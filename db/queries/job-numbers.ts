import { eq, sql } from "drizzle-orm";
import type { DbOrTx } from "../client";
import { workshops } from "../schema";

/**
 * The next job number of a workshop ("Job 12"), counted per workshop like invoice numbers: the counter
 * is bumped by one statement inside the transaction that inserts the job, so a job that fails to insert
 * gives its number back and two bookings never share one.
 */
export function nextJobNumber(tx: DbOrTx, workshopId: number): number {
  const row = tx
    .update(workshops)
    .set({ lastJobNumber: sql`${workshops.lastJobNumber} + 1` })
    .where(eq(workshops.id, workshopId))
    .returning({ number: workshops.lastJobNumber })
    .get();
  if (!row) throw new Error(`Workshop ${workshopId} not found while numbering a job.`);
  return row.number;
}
* * *
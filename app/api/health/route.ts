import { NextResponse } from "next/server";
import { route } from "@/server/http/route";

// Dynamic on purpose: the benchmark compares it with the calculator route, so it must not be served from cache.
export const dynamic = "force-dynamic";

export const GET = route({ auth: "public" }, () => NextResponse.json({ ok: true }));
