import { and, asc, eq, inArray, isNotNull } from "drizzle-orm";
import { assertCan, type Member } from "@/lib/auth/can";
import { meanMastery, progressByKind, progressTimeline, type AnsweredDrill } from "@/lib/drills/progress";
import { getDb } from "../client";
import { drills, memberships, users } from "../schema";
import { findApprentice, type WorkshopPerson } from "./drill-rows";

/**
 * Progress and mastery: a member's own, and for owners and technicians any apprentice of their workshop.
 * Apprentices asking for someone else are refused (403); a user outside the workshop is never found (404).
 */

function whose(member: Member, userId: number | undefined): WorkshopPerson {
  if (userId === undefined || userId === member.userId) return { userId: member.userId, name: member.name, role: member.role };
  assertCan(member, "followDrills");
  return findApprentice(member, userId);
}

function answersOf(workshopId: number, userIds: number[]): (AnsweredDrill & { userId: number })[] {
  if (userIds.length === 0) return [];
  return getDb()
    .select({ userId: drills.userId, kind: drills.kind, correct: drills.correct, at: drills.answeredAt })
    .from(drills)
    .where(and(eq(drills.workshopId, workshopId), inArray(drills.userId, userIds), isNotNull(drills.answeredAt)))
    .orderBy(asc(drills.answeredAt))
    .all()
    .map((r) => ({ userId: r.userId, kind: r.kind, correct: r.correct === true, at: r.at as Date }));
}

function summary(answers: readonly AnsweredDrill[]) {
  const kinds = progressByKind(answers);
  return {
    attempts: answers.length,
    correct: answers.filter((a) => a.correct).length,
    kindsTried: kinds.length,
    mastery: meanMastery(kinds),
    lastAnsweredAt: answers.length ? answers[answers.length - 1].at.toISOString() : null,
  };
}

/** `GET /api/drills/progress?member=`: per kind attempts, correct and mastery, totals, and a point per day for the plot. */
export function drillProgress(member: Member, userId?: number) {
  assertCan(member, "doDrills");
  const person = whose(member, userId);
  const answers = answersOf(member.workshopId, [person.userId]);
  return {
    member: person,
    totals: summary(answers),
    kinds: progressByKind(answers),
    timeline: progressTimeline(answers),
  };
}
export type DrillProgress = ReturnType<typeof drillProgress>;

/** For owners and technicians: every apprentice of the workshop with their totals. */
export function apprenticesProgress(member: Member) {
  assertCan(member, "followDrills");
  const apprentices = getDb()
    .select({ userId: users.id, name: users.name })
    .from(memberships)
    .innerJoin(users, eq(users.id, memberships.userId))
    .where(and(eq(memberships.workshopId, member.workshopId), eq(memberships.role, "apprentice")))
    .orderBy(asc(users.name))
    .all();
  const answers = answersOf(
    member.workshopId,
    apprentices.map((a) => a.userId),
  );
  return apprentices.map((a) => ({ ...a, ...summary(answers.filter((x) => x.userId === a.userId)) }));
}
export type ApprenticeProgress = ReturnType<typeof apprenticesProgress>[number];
---
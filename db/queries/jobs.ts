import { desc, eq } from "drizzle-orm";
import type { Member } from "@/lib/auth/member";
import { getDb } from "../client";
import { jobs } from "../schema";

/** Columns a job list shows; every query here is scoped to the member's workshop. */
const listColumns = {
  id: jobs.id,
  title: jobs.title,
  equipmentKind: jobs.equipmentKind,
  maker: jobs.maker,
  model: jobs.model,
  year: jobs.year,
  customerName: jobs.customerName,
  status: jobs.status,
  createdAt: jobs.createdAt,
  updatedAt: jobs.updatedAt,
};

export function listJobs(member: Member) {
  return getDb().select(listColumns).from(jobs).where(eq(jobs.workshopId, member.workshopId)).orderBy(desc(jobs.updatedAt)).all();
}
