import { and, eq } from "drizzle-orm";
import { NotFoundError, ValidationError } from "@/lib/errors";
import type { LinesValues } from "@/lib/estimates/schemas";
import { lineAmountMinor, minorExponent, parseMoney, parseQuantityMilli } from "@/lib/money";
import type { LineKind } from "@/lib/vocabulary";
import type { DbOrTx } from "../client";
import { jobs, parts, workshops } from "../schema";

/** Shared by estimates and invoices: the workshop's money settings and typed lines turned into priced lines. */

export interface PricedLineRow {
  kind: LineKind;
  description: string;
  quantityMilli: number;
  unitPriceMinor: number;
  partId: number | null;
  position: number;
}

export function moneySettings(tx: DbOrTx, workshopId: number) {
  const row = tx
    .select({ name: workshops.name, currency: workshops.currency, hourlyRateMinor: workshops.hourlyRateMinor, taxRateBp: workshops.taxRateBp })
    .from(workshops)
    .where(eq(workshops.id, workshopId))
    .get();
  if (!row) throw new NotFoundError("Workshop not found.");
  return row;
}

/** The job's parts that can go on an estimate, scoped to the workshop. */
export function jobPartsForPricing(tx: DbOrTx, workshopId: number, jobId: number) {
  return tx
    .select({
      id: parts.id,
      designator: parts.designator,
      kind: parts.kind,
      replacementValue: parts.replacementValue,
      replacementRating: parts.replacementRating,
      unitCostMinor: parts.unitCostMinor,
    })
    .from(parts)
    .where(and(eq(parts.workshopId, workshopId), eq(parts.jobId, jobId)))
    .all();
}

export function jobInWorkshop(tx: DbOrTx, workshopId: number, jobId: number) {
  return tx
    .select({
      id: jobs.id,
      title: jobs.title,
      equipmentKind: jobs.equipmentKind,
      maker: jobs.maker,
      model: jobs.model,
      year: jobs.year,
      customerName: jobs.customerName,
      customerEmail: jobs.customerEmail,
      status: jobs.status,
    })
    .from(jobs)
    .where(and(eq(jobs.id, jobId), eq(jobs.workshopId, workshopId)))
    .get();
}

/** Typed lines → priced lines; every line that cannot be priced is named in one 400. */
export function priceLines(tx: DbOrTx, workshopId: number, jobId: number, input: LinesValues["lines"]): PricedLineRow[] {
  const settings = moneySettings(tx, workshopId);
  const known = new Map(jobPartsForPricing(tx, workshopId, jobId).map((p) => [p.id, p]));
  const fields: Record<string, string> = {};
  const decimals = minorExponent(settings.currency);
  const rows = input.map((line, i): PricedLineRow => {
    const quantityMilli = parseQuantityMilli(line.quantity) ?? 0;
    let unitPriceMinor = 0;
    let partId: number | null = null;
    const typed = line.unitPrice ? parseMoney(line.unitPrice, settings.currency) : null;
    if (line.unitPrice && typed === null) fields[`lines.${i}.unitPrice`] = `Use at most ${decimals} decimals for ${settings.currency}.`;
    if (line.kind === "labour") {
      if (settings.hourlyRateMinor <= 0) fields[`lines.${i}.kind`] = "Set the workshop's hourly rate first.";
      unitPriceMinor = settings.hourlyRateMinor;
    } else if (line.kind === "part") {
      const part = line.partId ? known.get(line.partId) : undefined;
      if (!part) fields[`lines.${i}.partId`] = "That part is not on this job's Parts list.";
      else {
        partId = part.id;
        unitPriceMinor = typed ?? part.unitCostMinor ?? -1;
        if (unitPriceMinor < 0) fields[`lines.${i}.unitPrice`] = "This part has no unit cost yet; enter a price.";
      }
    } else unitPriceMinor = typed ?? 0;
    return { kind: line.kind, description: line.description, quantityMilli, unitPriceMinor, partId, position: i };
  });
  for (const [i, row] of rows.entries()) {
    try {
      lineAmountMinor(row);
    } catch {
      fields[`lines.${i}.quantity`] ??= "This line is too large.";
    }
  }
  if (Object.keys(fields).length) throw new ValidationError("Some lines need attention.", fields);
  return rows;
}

What is being asked — Where the string "minorExponent" appears in a line of the listing, copy that line.

Reply —
import { lineAmountMinor, minorExponent, parseMoney, parseQuantityMilli } from "@/lib/money";
  const decimals = minorExponent(settings.currency);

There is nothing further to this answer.